Animado por el noble propósito de medrar, he decidido hacerme sectario. Tras sopesar las múltiples y variadas alternativas que nos ofrece el mercado, he llegado a la conclusión de que ninguna hace sombra a la condición sectaria: el sectario vive en paz consigo mismo, está encantado de haberse conocido, pontifica cuando le place y sabe bien que si el mundo no le reconoce todos sus méritos es culpa de la ignorancia y envidia ajena. Por lo demás, tampoco le preocupa en exceso ese “todo el mundo” siempre que los suyos sepan recompensarle como es debido. Lo dicho: todo son ventajas.
En resumen: que me he matriculado en un máster en Big Data Sectarism impartido por una prestigiosa universidad estadounidense que ha abierto unas espléndidas instalaciones en San Miguel de Serrezuela, provincia de Salamanca, lo que siempre es marchamo de prestigio académico. Me he decantado por estos estudios pues lo importante no es el saber por sí solo sino su utilidad práctica y, como ya he dejado claro, mi propósito es medrar: vivir opíparamente mientras disfruto de esa satisfacción inigualable que tiene proporcionar saberse en posesión —qué digo posesión, en propiedad— de la verdad.
Según me ha comentado uno de los profesores del máster, para llegar a ser un buen sectario es necesario combinar las virtudes del sectario proselitista y del sectario displicente. Consejo que ha rematado con un portazo no exento de elegancia y donosura.
El sectario proselitista busca la conversión del común de los mortales a la verdad. Innecesario resulta advertir que el sectario conoce la verdad y que las zarandajas machadianas esas de buscar juntos la verdad le traen completamente sin cuidado. El sectario proselitista es persona innecesariamente generosa en el esfuerzo de la persuasión pues anhela que el mayor número posible de semejantes disfruten del pálido reflejo de su saber. Por lo común, el sectario proselitista desempeña sus funciones en las escalas medias de la política, a la espera de los altos destinos a los que sin duda será llamado cuando triunfen los suyos.
El sectario displicente sabe bien que los demás habitantes de la tierra no podemos penetrar en las profundidades de su pensamiento. Por eso mismo nos trata con perfecta indiferencia: nada de cuanto un interlocutor pueda decirle le hará cambiar jamás de opinión por la sencilla razón de que ese interlocutor, al refutarle, demuestra estar equivocado. La conciencia de esta realidad, que a los demás se nos escapa, le hace padecer una constante desazón pues es vano todo esfuerzo que haga por explicarnos nuestra radical incapacidad para apreciar las mil maravillas que nacen de cada una de sus palabras.
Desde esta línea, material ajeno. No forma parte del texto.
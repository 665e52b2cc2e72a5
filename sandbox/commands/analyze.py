"""`upright analyze`: the robot's linear model and, with --controller, a script's loop."""

from __future__ import annotations

import json
from pathlib import Path
from typing import Annotated

import typer

from .common import (
    EXIT_FELL,
    EXIT_OK,
    BadInput,
    ConfigOption,
    JsonOption,
    RobotArg,
    SetOption,
    _load_config_file,
    _print_warnings,
    _split_sets,
    handles_errors,
)


def _floats(text: str | None, count: int, option: str) -> list[float] | None:
    if text is None:
        return None
    try:
        values = [float(v) for v in text.replace(" ", "").split(",") if v]
    except ValueError:
        raise BadInput(f"{option} {text!r}: expected {count} numbers separated by commas") from None
    if len(values) != count:
        raise BadInput(f"{option} {text!r}: expected {count} numbers, got {len(values)}")
    return values


@handles_errors
def analyze(
    robot: RobotArg,
    as_json: JsonOption = False,
    q: Annotated[str | None, typer.Option(
        "--q", help="LQR state weights for x, v, pitch, pitch rate, e.g. 4,4,131,1.3 "
        "(default: Bryson's rule, see DEVELOPERS.md).")] = None,
    r: Annotated[float | None, typer.Option("--r", help="LQR duty weight (default 1).")] = None,
    rate: Annotated[float | None, typer.Option(
        "--rate", help="Controller rate, Hz (default 200, or the --controller's rate_hz).")
    ] = None,
    emit_config: Annotated[Path | None, typer.Option(
        "--emit-config", help="Write suggested gains as a config file for --config.")] = None,
    controller: Annotated[str, typer.Option(
        "--for", help="Which controller the emitted config is for: pid_tilt, cascade, or a "
        "script path (others get raw state-feedback gains).")] = "cascade",
    check: Annotated[bool, typer.Option(
        "--check", help="Also identify A and B from small-perturbation runs of the physics "
        "model and print them beside the analytic model.")] = False,
    try_gains: Annotated[bool, typer.Option(
        "--try", help="Also run the example controllers with the suggested gains "
        "(20 s from 5 deg) and report whether they stay up.")] = False,
    script: Annotated[str | None, typer.Option(
        "--controller", help="Your controller script (file.py or file.py:Class): identify "
        "its response and give its loop's poles and margins on this robot.")] = None,
    config_file: ConfigOption = None,
    latency: Annotated[float, typer.Option(
        "--latency", help="With --controller: delay from the controller's output to the "
        "bridge, ms (as `upright run --latency`).")] = 0.0,
    plot: Annotated[Path | None, typer.Option(
        "--plot", help="With --controller: write Bode and Nyquist plots of the loop (PNG).")
    ] = None,
    set_: SetOption = None,
) -> None:
    """Linear model of the robot: poles, fall time, LQR gains, suggested starting gains;
    with --controller, your script's identified law and its loop's poles and margins."""
    from ..analysis import analysis_table, config_yaml
    from ..analysis import analyze as analyse_robot
    from ..robot import load_robot

    robot_sets, config_sets = _split_sets(set_)
    if script is None and (config_sets or config_file is not None or plot is not None):
        raise BadInput("--config, --set config.KEY and --plot need --controller FILE.py")
    from .. import bounds

    bounds.LATENCY.check(latency)
    spec = load_robot(robot, robot_sets)
    _print_warnings(spec, robot)
    probed = None
    if script is not None:
        from ..control import controller_rate, load_controller_class
        from ..probe import analyze_controller

        rate = controller_rate(load_controller_class(script), rate)
        config = {**_load_config_file(config_file), **config_sets}
        probed = analyze_controller(spec, script, config, rate_hz=rate,
                                    latency=latency / 1000.0, plot=plot)
    result = analyse_robot(spec, q_diag=_floats(q, 4, "--q"), r=r,
                           rate_hz=200.0 if rate is None else rate)
    if emit_config is not None:
        emit_config.write_text(config_yaml(result, controller), encoding="utf-8")
    code = EXIT_OK
    if as_json:
        if check:
            from ..identify import compare

            result["check"] = compare(spec)
        if probed is not None:
            result.update(probed)
        typer.echo(json.dumps(result, indent=2))
    else:
        typer.echo(analysis_table(result))
        if check:
            from ..identify import compare, compare_table

            typer.echo("")
            typer.echo(compare_table(compare(spec)))
        if probed is not None:
            from ..probe import controller_table

            typer.echo("")
            typer.echo(controller_table(probed))
    if try_gains:
        from ..identify import check_suggested, check_table

        rows = check_suggested(spec, result)
        if not as_json:
            typer.echo("")
            typer.echo(check_table(rows))
        code = EXIT_OK if all(row["status"] == "completed" for row in rows) else EXIT_FELL
    if not as_json:
        if emit_config is not None:
            typer.echo(f"wrote {emit_config} (use it with --config)")
        if plot is not None:
            typer.echo(f"wrote {plot}")
    raise typer.Exit(code)
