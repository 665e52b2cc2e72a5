"""The commands of `upright`, one module per group: `robot` (inspect, build), `running` (run,
suite, render, demo), `analyze`, `many` (sweep, tune, margins), `fitting` (fit, compare);
`common` holds what several of them share. `sandbox.cli` registers them on the app."""
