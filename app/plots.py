"""The transmissibility plots: magnitude and phase over a shared log frequency axis.

Every plot item is created once in ``__init__``; :meth:`TransmissibilityPlots.show_design`
only calls ``setData``/``setValue`` on them. Axis ranges are set explicitly
(never auto-ranged), so a slider drag does not make the axes jump. All
numbers come from :mod:`core.curves` and :mod:`core.transmissibility`.

pyqtgraph log axes take log10 coordinates for every item other than
PlotDataItem (lines, regions, text), so those positions go through ``_lx``/``_ly``.

Layered painting (interactive plots only): a slider drag changes only the design curves,
markers and crosshair. Everything else (grid, axes, reference family, regions, lines, labels)
is rendered into one pixmap when it changes, and the legend into a small pixmap of its own.
Each paint draws the background pixmap, paints the live items over it (their own ``paint``,
clipped to their view box, bottom to top) and puts the legend on top, without Qt's walk over
the whole scene. The grid and axes therefore lie under the curves in the window (pyqtgraph
stacks them above). Exports (``interactive=False``) paint every item in pyqtgraph's own order.
"""
from __future__ import annotations

import math
import os
import typing

os.environ.setdefault("PYQTGRAPH_QT_LIB", "PySide6")
from PySide6 import QtCore, QtGui, QtWidgets  # noqa: E402  (PySide6 before pyqtgraph)
import numpy as np  # noqa: E402
import pyqtgraph as pg  # noqa: E402
from pyqtgraph.graphicsItems.ScatterPlotItem import Symbols as SYMBOLS  # noqa: E402
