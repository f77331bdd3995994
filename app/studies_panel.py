"""Editors of the studies a project holds (core.studies), and the mount-material picker.

Each editor edits the model only: a change builds a new study, validates it
through the core (``Study.from_dict(study.to_dict())``, so a refusal names the
field and the allowed range), and hands it to :meth:`DesignModel.set_studies`
as one undo step (typing in one field merges into one step). Model -> widget
runs inside :func:`app.design_panel.signals_blocked`, only for values that differ.
"""
from __future__ import annotations

from dataclasses import replace
from typing import Callable

from PySide6 import QtCore, QtWidgets

from app.design_panel import FieldRow, _error_text, message_label, signals_blocked
from app.style import CAUTION_STYLE
from core.design_model import DesignModel
from core.errors import InputError
from core.floor import CRITERIA, flat_floor_spectrum, floor_spectrum, parse_floor_csv
from core.materials import MOUNT_MATERIALS
from core.studies import (
    AXES, FloorStudy, PassageStudy, RigidBodyStudy, TwoStageStudy, default_rigid_body_study)
from core.transmissibility import Damping
from core.units import from_display, parse_number, to_display, unit_symbol

#: Starting floor level of a new floor study: flat 20 µm/s RMS per band (an invented, lively floor,
#: above VC-C so that the mounts have work to do).
DEFAULT_FLOOR_VELOCITY_M_S = 20e-6


def set_study(model: DesignModel, name: str, study, merge_key: str | None = None) -> bool:
    """Put ``study`` (or None) in the project's studies after the core validated it; one undo step."""
    if study is not None:
        study = type(study).from_dict(study.to_dict(), f"studies.{name}")
    return model.set_studies(replace(model.project.studies, **{name: study}), merge_key)


def default_floor_study(criterion: str = "VC-C") -> FloorStudy:
    """A floor study on a flat floor spectrum (1 to 80 Hz, core.floor.flat_floor_spectrum)."""
    spectrum = flat_floor_spectrum(DEFAULT_FLOOR_VELOCITY_M_S)
    return FloorStudy(criterion=criterion, band_hz=tuple(float(v) for v in spectrum.nominal_hz),
                      velocity_m_s=tuple(float(v) for v in spectrum.velocity_m_s))


class StudyField(FieldRow):
    """One number of a study in display units; ``apply(si_value)`` edits the model.

    ``kind`` is a unit kind of :mod:`core.units` (None: a plain number, ``unit`` names it).
    An empty text gives None when ``optional``.
    """

    def __init__(self, name: str, kind: str | None, apply: Callable[[float | None], None], unit: str = "",
                 optional: bool = False, tooltip: str = ""):
        super().__init__(QtWidgets.QLineEdit(), unit)
        self.name = name
        self.kind = kind
        self.unit = unit
        self.apply = apply
        self.optional = optional
        self.show_unit = True          # False: the unit label stays empty (a field of a triplet)
        self.units = "SI"
        self.shown = object()
        self.editor.setObjectName(name)
        self.editor.setToolTip(tooltip)
        self.editor.textEdited.connect(self._edited)

    def parse(self, text: str) -> float | None:
        if self.optional and not text.strip():
            return None
        symbol = unit_symbol(self.kind, self.units) if self.kind else self.unit
        shown = parse_number(text, self.name, f"must be a number{' in ' + symbol if symbol else ''}")
        return float(from_display(shown, self.kind, self.units)) if self.kind else shown

    def _edited(self, text: str) -> None:
        try:
            value = self.parse(text)
            self.shown = value        # keep the text as typed while the value applies
            self.apply(value)
        except InputError as error:
            self.set_error(_error_text(error))
            return
        self.set_error(None)

    def show_value(self, value: float | None, units: str) -> None:
        """Show an SI value (signals blocked) unless the field already shows it."""
        if units != self.units:
            self.units = units
            self.shown = object()
            if self.kind and self.show_unit:
                self.unit_label.setText(unit_symbol(self.kind, units))
        if value == self.shown:
            return
        text = "" if value is None else f"{to_display(value, self.kind, units) if self.kind else value:.6g}"
        with signals_blocked(self.editor):
            self.editor.setText(text)
        self.set_error(None)
        self.shown = value
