"""One 2D pattern larger than one process: exact summaries computed tile by tile.

``sources`` reads points in chunks (.npy memory-mapped, HDF5, Parquet,
generated CSR); ``tiling`` cuts the window into tiles and spills each tile's
points to disk; ``local`` computes a tile's certified share; ``merge``
assembles the whole pattern's summaries; ``run`` drives it on processes or a
Dask cluster (:func:`~nullatlas.lookup.tiled.run.tiled_statistics`);
``instant`` tests the result against the null tables.
"""
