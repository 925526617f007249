"""One tile: its exact share of the Euler curve, H0 candidates and nearest neighbours.

A tile triangulates its own points together with its halo with the exact
Delaunay kernel and takes the alpha values of every simplex
(``lookup.persistence.alpha2d._filtration_2d``, exactly rounded, so a
simplex gets the same value in every tile that sees it, and the same as in
one process).  What it may keep:

* **Certified simplices.**  A local triangle is a triangle of the whole
  pattern's Delaunay triangulation when its circumdisk lies inside the
  rectangle whose points the tile has (tile plus halo): no point outside
  can then lie in it.  An edge is certified when the triangles on both
  sides are, or when one side is the local outer face and the open
  half-plane beyond the edge meets the window's bounding box only inside
  that rectangle (a hull edge of the whole pattern).  The value of a
  certified edge (its half length, or its attaching triangle's value)
  depends only on what the tile sees.
* **Owned simplices.**  Each simplex belongs to the tile of its vertex with
  the smallest global index: exactly one owner.
* **Completeness.**  When every triangle and edge at an own point is
  certified, the tile's star of each own point is the whole pattern's, so
  every simplex the tile owns is found.  Otherwise the caller doubles the
  halo and asks again (:func:`tile_part` returns None).

From its owned simplices a tile returns the counts of edges and triangles
with normalised radius <= rho on the grid, its minimum spanning forest over
its owned edges (an edge that is the longest on a cycle of owned edges is
in no minimum spanning tree of the whole graph, so this filter keeps every
edge the global Kruskal needs), and for its own points the nearest-neighbour
distance as ``PatternSummary.nn`` computes it (close pairs within the L
grid's radius, else a k-d tree query), certified by the halo.
"""
from __future__ import annotations

import numpy as np

from ..errors import PointsError

__all__ = ["tile_part"]

#: Relative safety margin of the circumdisk tests: the centre and radius are
#: computed with a relative error of a few units of rounding (about 1e-16),
#: so a margin of 1e-12 of the radius is safe yet keeps the flat slivers along
#: the hull (radii of 10^7 and more in a unit window) certifiable by the rim.
_MARGIN = 1e-12


def _circumcentres(P, tri):
    a, b, c = P[tri[:, 0]], P[tri[:, 1]], P[tri[:, 2]]
    bx, by = b[:, 0] - a[:, 0], b[:, 1] - a[:, 1]
    cx, cy = c[:, 0] - a[:, 0], c[:, 1] - a[:, 1]
    d = 2.0 * (bx * cy - by * cx)
    with np.errstate(divide="ignore", invalid="ignore"):
        ux = (cy * (bx * bx + by * by) - by * (cx * cx + cy * cy)) / d
        uy = (bx * (cx * cx + cy * cy) - cx * (bx * bx + by * by)) / d
    return np.column_stack([a[:, 0] + ux, a[:, 1] + uy]), np.hypot(ux, uy)


def _rect_distance(c, r0):
    """Distance of points ``c`` to the rectangle ``r0`` (0 inside)."""
    dx = np.maximum.reduce([r0[0] - c[:, 0], np.zeros(len(c)), c[:, 0] - r0[2]])
    dy = np.maximum.reduce([r0[1] - c[:, 1], np.zeros(len(c)), c[:, 1] - r0[3]])
    return np.hypot(dx, dy)


def _inside(centre, radius, rect, box, tol):
    """Circumdisks that meet the box only inside ``rect`` (no point lies
    outside the box, so the rest of the disk cannot hold one): the disk
    must keep clear of each strip of the box beyond a side of ``rect``."""
    r = radius * (1 + _MARGIN) + tol
    ok = np.isfinite(radius)
    x0, y0, x1, y1 = box
    strips = [(x0, y0, rect[0], y1) if rect[0] > x0 else None,
              (rect[2], y0, x1, y1) if rect[2] < x1 else None,
              (x0, y0, x1, rect[1]) if rect[1] > y0 else None,
              (x0, rect[3], x1, y1) if rect[3] < y1 else None]
    for st in strips:
        if st is not None:
            ok &= _rect_distance(centre, st) >= r
    return ok


def _outer_ok(P, u, v, apex, box, rect, tol):
    """For local hull edges (u, v) with the triangle's third vertex ``apex``:
    does the open half-plane beyond the edge meet ``box`` only inside ``rect``?"""
    out = np.zeros(len(u), dtype=bool)
    x0, y0, x1, y1 = box
    corners = np.array([[x0, y0], [x1, y0], [x1, y1], [x0, y1]])
    for k in range(len(u)):
        p, q, w = P[u[k]], P[v[k]], P[apex[k]]
        nrm = np.array([q[1] - p[1], p[0] - q[0]])
        if np.dot(nrm, w - p) > 0:
            nrm = -nrm                              # points away from the apex
        s = (corners - p) @ nrm
        pts = [corners[i] for i in range(4) if s[i] > 0]
        for i in range(4):                          # where the line crosses the box edges
            j = (i + 1) % 4
            if (s[i] > 0) != (s[j] > 0):
                f = s[i] / (s[i] - s[j])
                pts.append(corners[i] + f * (corners[j] - corners[i]))
        if not pts:
            out[k] = True
            continue
        pts = np.array(pts)
        out[k] = bool(np.all((pts[:, 0] >= rect[0] + tol) & (pts[:, 0] <= rect[2] - tol)
                             & (pts[:, 1] >= rect[1] + tol) & (pts[:, 1] <= rect[3] - tol)))
    return out


def _precise(cert, at_own, centre, radius, rect, inner, tol):
    """Clear more circumdisks (those at own points that the box test could
    not) against the exact unseen region: ``inner`` outside ``rect``."""
    import shapely

    todo = np.flatnonzero(at_own & ~cert & np.isfinite(radius))
    if not len(todo):
        return
    unseen = inner.difference(shapely.box(*rect))
    if unseen.is_empty:
        cert[todo] = True
        return
    d = shapely.distance(shapely.points(centre[todo]), unseen)
    cert[todo] = d >= radius[todo] * (1 + _MARGIN) + tol


def _precise_outer(ok, at_own, P, u, v, apex, box, rect, inner):
    """Clear more hull edges (at own points) against the exact unseen
    region: the open half-plane beyond the edge, within the box, must not
    meet ``inner`` outside ``rect``."""
    import shapely

    todo = np.flatnonzero(at_own & ~ok)
    if not len(todo):
        return
    unseen = inner.difference(shapely.box(*rect))
    big = 4.0 * max(box[2] - box[0], box[3] - box[1])
    frame = shapely.box(*box)
    for k in todo:
        p, q, w = P[u[k]], P[v[k]], P[apex[k]]
        d = (q - p) / max(np.hypot(*(q - p)), 1e-300)
        nrm = np.array([d[1], -d[0]])
        if np.dot(nrm, w - p) > 0:
            nrm = -nrm
        a, b = p - big * d, q + big * d
        half = shapely.Polygon([a, b, b + big * nrm, a + big * nrm]).intersection(frame)
        ok[k] = unseen.is_empty or not half.intersects(unseen)


def _counts(r, grid):
    return np.searchsorted(np.sort(r), grid, side="right").astype(np.int64)


def tile_part(gidx, P, own, rect, box, scale, grid, r_pairs, window=None, want_nn=True,
              want_bdist=False, rim: float = 0.0, inner=None, want_h1=False):
    """The tile's exact share, or None when its halo is too small.

    Parameters
    ----------
    gidx : ndarray of int64
        Global index of each local point; the first ``own`` are the tile's own.
    P : ndarray (k, 2)
        Local points (own first, then the halo).
    rect : tuple
        The rectangle whose points the tile has (tile plus halo).
    box : tuple
        The window's bounding box (all points lie in it).
    scale : float
        (n / |W|)^(1/2) of the whole pattern: radii -> normalised radii.
    grid : ndarray
        Normalised radii of the Euler and Betti curves.
    r_pairs : float
        Radius (data units) of the close pairs behind the nearest-neighbour
        distances (``PatternSummary.pairs``).
    rim : float
        When positive, the tile also has every point within ``rim`` of the
        window's boundary: the region it does not see shrinks to the window
        eroded by ``rim`` (``inner``, a shapely region containing it, used
        for the disks that the box test cannot clear), outside its rectangle.
    want_h1 : bool
        Also return the tile's H1 candidates (:func:`_dual_forest`).
    """
    from ..persistence.alpha2d import _filtration_2d
    from ..persistence.delaunay2d import delaunay_mesh
    from ..persistence.pairing import _kruskal, radix_argsort
    from ..persistence.pointsets import distinct_morton, power_of_two_scale

    ext = float(max(box[2] - box[0], box[3] - box[1]))
    tol = 1e-12 * ext
    covers = (rect[0] <= box[0] and rect[1] <= box[1] and rect[2] >= box[2]
              and rect[3] >= box[3])
    if len(distinct_morton(P)[0]) < len(P):
        raise PointsError("the pattern has duplicate points; a tiled run needs distinct points "
                          "(remove them, or use the single-process run with --on-duplicates)")
    Ps, s = power_of_two_scale(P)
    inv = 1.0 / (s * s)
    try:
        order, L, tri, nb = delaunay_mesh(np.ascontiguousarray(Ps))
    except ValueError:                  # collinear or too few points: a larger halo
        return None if not covers else _degenerate()
    m = len(tri)
    ne = (3 * m + int(np.count_nonzero(nb < 0))) // 2
    eu, ev, ea, eb, val, tv = _filtration_2d(L, tri, nb, ne)
    glob = gidx[order]
    is_own = order < own
    # certification in the local (scaled) coordinates: rect * s is exact
    srect = tuple(v * s for v in rect)
    sbox = tuple(v * s for v in box)
    if covers:
        cert_t = np.ones(m, dtype=bool)
        cert_e = np.ones(len(eu), dtype=bool)
    else:
        cc, rr = _circumcentres(L, tri)
        # the region without unseen points: the box, or with the rim the box
        # shrunk by it (the window eroded by the rim lies inside)
        ibox = sbox if rim <= 0 else (sbox[0] + rim * s, sbox[1] + rim * s,
                                      sbox[2] - rim * s, sbox[3] - rim * s)
        cert_t = _inside(cc, rr, srect, ibox, tol * s)
        if rim > 0 and inner is not None:
            at_own = is_own[tri].any(axis=1)
            _precise(cert_t, at_own, cc / s, rr / s, rect, inner, tol)
        cert_e = cert_t[ea].copy()
        two = eb < m
        cert_e[two] &= cert_t[eb[two]]
        hull = np.flatnonzero(~two)
        if len(hull):
            t = ea[hull]
            apex = tri[t].sum(axis=1) - eu[hull] - ev[hull]
            ok = _outer_ok(L, eu[hull], ev[hull], apex, ibox, srect, tol * s)
            if rim > 0 and inner is not None:
                at = is_own[eu[hull]] | is_own[ev[hull]]
                _precise_outer(ok, at, L / s, eu[hull], ev[hull], apex, box, rect, inner)
            cert_e[hull] &= ok
        # completeness: every triangle and edge at an own point is certified
        at_own_t = is_own[tri].any(axis=1)
        at_own_e = is_own[eu] | is_own[ev]
        if not (cert_t[at_own_t].all() and cert_e[at_own_e].all()):
            return None
    # ownership: the vertex with the smallest global index
    gu, gv = glob[eu], glob[ev]
    own_e = np.where(gu < gv, is_own[eu], is_own[ev])
    gt3 = glob[tri]
    own_t = is_own[tri[np.arange(m), np.argmin(gt3, axis=1)]] if m else np.zeros(0, bool)
    ve = val[own_e] * inv                     # exact values (a power-of-two rescaling)
    vt = tv[:m][own_t] * inv
    e_counts = _counts(np.sqrt(ve) * scale, grid)
    t_counts = _counts(np.sqrt(vt) * scale, grid)
    # the tile's minimum spanning forest of its owned edges
    ou, ov = eu[own_e], ev[own_e]
    _, is_mst = _kruskal(len(L), ou.astype(np.int64), ov.astype(np.int64), ve,
                         radix_argsort(ve))
    out = {"own": gidx[:own].copy(), "e_counts": e_counts, "t_counts": t_counts,
           "cand_u": glob[ou[is_mst]], "cand_v": glob[ov[is_mst]], "cand_val": ve[is_mst],
           "edges": int(own_e.sum()), "triangles": int(own_t.sum())}
    if want_h1:
        out.update(_dual_forest(np.flatnonzero(own_e), eu, ev, ea, eb, tri, glob, ve,
                                tv * inv, m))
    if want_nn:
        nn = _nearest(P, own, r_pairs, rect, box, covers)
        if nn is None:
            return None
        out["nn"] = nn
    if want_bdist:
        out["bdist"] = window.boundary_distance(P[:own])
    return out


def _dual_forest(oe, eu, ev, ea, eb, tri, glob, ve, node_val, m):
    """The tile's H1 candidates: its owned edges in the maximum spanning
    forest of the dual graph (triangles and the outer face as nodes, edges
    joining the two faces of each edge).

    H1 of a 2D alpha filtration is H0 of the dual graph swept in decreasing
    order (elder rule, ``lookup.persistence.pairing._dual_pairs``): an edge
    that joins two dual components gives the pair (its value, the smaller of
    the two components' largest triangle values).  An owned edge that is the
    smallest, in the total order (value, smaller global vertex, larger
    global vertex), on a cycle of the tile's owned dual edges joins nothing
    in the whole graph either, so only the forest is kept.  Every owned edge
    has an own vertex, so both its faces are certified.  An edge is sent as
    its global vertices, the global apex of each face (-1: the outer face)
    and the faces' values."""
    from ..persistence.pairing import _dual_pairs

    a, b = ea[oe], eb[oe]
    u, v = eu[oe], ev[oe]
    gu, gv = glob[u], glob[v]
    gmin, gmax = np.minimum(gu, gv), np.maximum(gu, gv)
    order = np.lexsort((gmax, gmin, ve))
    none = np.empty(0, dtype=np.int32)
    _, _, tree = _dual_pairs(node_val, a, b, ve, order, none, none, np.zeros(len(oe), bool))
    ia = tri[a].sum(axis=1) - u - v
    inner_b = b < m
    ib = np.where(inner_b, tri[np.where(inner_b, b, 0)].sum(axis=1) - u - v, 0)
    apb = np.where(inner_b, glob[ib], -1)
    return {"h1_val": ve[tree], "h1_gmin": gmin[tree], "h1_gmax": gmax[tree],
            "h1_apa": glob[ia][tree], "h1_apb": apb[tree],
            "h1_va": node_val[a][tree], "h1_vb": node_val[b][tree]}


def _degenerate():
    raise PointsError("the points are all collinear: no tiled run (and no alpha complex "
                      "with triangles)")


def _nearest(P, own, r_pairs, rect, box, covers):
    """Nearest-neighbour distances of the own points, computed by the same
    functions as ``PatternSummary.nn`` (close pairs, then the nearest point
    for those without one); None if the halo cannot certify one of them."""
    from ..summaries.classical import close_pairs, nn_from_pairs

    pairs, dist = close_pairs(P, r_pairs)
    nn = nn_from_pairs(P, pairs, dist)[:own]
    if not covers:
        x, y = P[:own, 0], P[:own, 1]
        room = np.minimum.reduce([x - rect[0] if rect[0] > box[0] else np.full(own, np.inf),
                                  rect[2] - x if rect[2] < box[2] else np.full(own, np.inf),
                                  y - rect[1] if rect[1] > box[1] else np.full(own, np.inf),
                                  rect[3] - y if rect[3] < box[3] else np.full(own, np.inf)])
        if np.any(nn > room):
            return None
    return nn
Al parecer, existe una versión menor el sectario displicente, una especie de meritorio del sectarismo, que invoca habitualmente el derecho a que se respeten sus ideas. Según me han comentado, suelen ser sectarios que brillaron poco en el máster y que si bien rechazan todo ofrecimiento de diálogo y razonamiento, lo hacen desde una posición un tanto timorata, amparándose en una sedicente igualdad de valor de las ideas, siendo así que las ideas del sectario son, por definición, de mejor condición que cualesquiera otras. Me advierten, no obstante, que, como buenos sectarios, no consideran fungibles las ideas y no cambian las suyas por ninguna otra, ni se abren a una ninguna revisión crítica de sus posiciones.
En fin, quienes más saben de este asunto hacen hincapié en el carácter esencialmente gregario del sectario. Es una verdad de Perogrullo que sin secta no puede haber sectarios, pero esto no le resta un ápice de valor a la conducta del sectario, moderno siervo de la gleba que sabe servir a su señor, o señora, allí donde sea menester. En efecto: el buen sectario sabe identificar fácilmente a los suyos, que nunca son suficientes, y a los ajenos, que siempre son legión. Combate denodadamente a estos y convive vigilante con aquellos, porque el buen sectario es consciente de que la heterodoxia habita en los espíritus libres y no complacientes y que estos nunca descansan.
Me han dado, por tanto, el sabio consejo de que nunca baje la guardia, que esté siempre vigilante y que evite en especial dejarme tentar por los cantos de sirena de la libertad de opinión y de la responsabilidad individual. Es un terreno peligrosamente resbaladizo que nos lleva a un grado de exigencia propia que el sectario debe evitar a toda costa.